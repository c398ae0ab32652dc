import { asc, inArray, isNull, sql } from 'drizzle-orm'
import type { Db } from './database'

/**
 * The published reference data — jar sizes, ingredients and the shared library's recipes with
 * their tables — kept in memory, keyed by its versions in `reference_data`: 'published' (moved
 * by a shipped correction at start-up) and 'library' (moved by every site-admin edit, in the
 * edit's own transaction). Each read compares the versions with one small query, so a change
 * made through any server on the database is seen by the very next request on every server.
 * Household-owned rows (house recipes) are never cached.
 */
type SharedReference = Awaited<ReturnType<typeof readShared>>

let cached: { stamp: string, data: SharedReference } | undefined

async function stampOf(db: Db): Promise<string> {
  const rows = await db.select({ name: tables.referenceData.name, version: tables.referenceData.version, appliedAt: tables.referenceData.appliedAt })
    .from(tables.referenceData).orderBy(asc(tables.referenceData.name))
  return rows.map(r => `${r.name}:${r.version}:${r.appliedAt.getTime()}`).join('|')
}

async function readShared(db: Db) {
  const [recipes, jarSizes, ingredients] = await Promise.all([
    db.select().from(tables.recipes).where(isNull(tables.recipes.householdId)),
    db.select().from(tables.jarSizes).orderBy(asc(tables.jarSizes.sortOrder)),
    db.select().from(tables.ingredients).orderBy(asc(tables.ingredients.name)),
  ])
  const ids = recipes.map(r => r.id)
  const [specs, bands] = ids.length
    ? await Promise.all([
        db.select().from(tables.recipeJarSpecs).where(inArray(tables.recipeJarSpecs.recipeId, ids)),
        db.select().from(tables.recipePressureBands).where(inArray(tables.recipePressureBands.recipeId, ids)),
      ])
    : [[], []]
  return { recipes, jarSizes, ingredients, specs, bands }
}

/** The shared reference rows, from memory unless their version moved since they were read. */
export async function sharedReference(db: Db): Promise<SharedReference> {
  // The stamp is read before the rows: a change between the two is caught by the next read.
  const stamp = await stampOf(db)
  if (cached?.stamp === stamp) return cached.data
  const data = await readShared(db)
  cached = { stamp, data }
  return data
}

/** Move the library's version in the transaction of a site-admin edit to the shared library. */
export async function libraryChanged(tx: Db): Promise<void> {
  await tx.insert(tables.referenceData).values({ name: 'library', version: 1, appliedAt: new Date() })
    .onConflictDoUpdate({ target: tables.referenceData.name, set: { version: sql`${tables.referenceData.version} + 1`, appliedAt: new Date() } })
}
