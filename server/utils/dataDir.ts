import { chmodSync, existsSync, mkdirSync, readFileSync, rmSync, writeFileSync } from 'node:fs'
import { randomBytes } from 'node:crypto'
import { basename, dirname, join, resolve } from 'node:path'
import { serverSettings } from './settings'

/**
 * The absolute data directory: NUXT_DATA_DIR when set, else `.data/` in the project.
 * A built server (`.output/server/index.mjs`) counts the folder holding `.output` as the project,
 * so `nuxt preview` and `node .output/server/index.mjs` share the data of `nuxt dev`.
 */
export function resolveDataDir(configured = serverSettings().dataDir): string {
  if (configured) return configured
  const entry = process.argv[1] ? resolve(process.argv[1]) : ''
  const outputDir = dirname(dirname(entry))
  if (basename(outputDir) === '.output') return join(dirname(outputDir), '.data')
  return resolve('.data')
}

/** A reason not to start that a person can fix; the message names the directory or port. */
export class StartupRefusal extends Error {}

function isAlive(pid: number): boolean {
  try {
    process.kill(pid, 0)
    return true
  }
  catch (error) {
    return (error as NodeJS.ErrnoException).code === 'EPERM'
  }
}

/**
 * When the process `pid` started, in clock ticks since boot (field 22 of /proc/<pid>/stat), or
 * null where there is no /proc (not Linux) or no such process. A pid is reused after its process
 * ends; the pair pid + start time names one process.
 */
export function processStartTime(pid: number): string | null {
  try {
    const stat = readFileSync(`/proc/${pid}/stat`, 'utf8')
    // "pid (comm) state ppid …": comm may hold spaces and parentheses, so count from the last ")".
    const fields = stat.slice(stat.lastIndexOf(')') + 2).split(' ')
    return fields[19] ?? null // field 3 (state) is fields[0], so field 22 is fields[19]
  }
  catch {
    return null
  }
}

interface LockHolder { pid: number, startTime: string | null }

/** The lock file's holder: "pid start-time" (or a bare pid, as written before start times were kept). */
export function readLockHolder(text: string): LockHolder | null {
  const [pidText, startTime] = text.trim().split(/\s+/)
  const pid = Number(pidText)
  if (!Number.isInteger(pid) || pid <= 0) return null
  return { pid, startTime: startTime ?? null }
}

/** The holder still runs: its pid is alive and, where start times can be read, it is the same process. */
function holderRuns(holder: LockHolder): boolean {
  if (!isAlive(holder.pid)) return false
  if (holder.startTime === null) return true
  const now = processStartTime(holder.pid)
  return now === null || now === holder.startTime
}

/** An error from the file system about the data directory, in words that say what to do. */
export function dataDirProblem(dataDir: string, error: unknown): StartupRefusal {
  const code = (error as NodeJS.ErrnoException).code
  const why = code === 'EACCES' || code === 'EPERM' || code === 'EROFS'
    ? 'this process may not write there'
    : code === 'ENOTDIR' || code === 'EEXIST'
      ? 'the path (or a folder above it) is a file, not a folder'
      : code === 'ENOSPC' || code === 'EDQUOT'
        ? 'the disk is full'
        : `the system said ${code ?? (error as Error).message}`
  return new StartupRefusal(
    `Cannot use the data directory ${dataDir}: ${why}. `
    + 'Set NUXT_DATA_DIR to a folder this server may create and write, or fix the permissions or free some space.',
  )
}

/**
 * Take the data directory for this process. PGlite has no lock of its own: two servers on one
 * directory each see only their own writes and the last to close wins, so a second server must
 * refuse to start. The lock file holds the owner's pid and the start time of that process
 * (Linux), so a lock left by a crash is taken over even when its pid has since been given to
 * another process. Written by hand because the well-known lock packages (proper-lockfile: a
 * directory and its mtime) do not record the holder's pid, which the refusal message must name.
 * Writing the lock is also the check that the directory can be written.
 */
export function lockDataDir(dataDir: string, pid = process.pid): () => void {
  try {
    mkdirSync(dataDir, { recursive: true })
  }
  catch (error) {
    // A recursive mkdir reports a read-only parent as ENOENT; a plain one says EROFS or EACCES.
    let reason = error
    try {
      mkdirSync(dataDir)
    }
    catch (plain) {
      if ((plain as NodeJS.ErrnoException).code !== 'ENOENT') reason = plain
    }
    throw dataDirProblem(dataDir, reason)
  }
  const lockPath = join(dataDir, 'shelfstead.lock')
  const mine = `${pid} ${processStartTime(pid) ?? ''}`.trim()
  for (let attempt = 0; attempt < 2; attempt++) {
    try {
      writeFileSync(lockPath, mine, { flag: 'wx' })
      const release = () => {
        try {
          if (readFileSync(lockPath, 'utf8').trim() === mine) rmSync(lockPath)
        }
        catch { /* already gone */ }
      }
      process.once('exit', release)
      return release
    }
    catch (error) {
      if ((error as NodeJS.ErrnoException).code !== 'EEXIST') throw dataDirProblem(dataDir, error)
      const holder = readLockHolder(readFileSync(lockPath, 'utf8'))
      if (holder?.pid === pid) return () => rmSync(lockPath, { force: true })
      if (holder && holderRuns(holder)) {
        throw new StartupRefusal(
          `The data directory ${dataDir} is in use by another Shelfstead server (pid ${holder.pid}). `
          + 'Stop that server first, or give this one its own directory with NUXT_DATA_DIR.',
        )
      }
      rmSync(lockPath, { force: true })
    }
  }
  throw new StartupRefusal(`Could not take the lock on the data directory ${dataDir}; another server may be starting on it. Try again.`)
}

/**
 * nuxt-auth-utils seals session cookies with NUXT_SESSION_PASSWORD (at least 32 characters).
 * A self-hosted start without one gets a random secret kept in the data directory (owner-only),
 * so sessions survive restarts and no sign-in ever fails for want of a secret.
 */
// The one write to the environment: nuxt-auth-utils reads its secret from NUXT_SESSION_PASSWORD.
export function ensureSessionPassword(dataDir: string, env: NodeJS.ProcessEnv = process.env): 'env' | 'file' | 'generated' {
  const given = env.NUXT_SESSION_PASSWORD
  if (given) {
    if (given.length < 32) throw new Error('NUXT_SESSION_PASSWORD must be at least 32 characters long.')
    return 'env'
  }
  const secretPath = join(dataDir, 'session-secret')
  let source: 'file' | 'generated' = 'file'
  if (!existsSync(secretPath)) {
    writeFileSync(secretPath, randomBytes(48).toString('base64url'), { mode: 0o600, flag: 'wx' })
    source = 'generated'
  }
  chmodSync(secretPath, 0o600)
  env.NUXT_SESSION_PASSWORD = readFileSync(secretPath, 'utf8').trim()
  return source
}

━━━

_Task to carry out_
Copy out every line of the material above that contains the string "EEXIST".

_Finished exercise_
    : code === 'ENOTDIR' || code === 'EEXIST'
      if ((error as NodeJS.ErrnoException).code !== 'EEXIST') throw dataDirProblem(dataDir, error)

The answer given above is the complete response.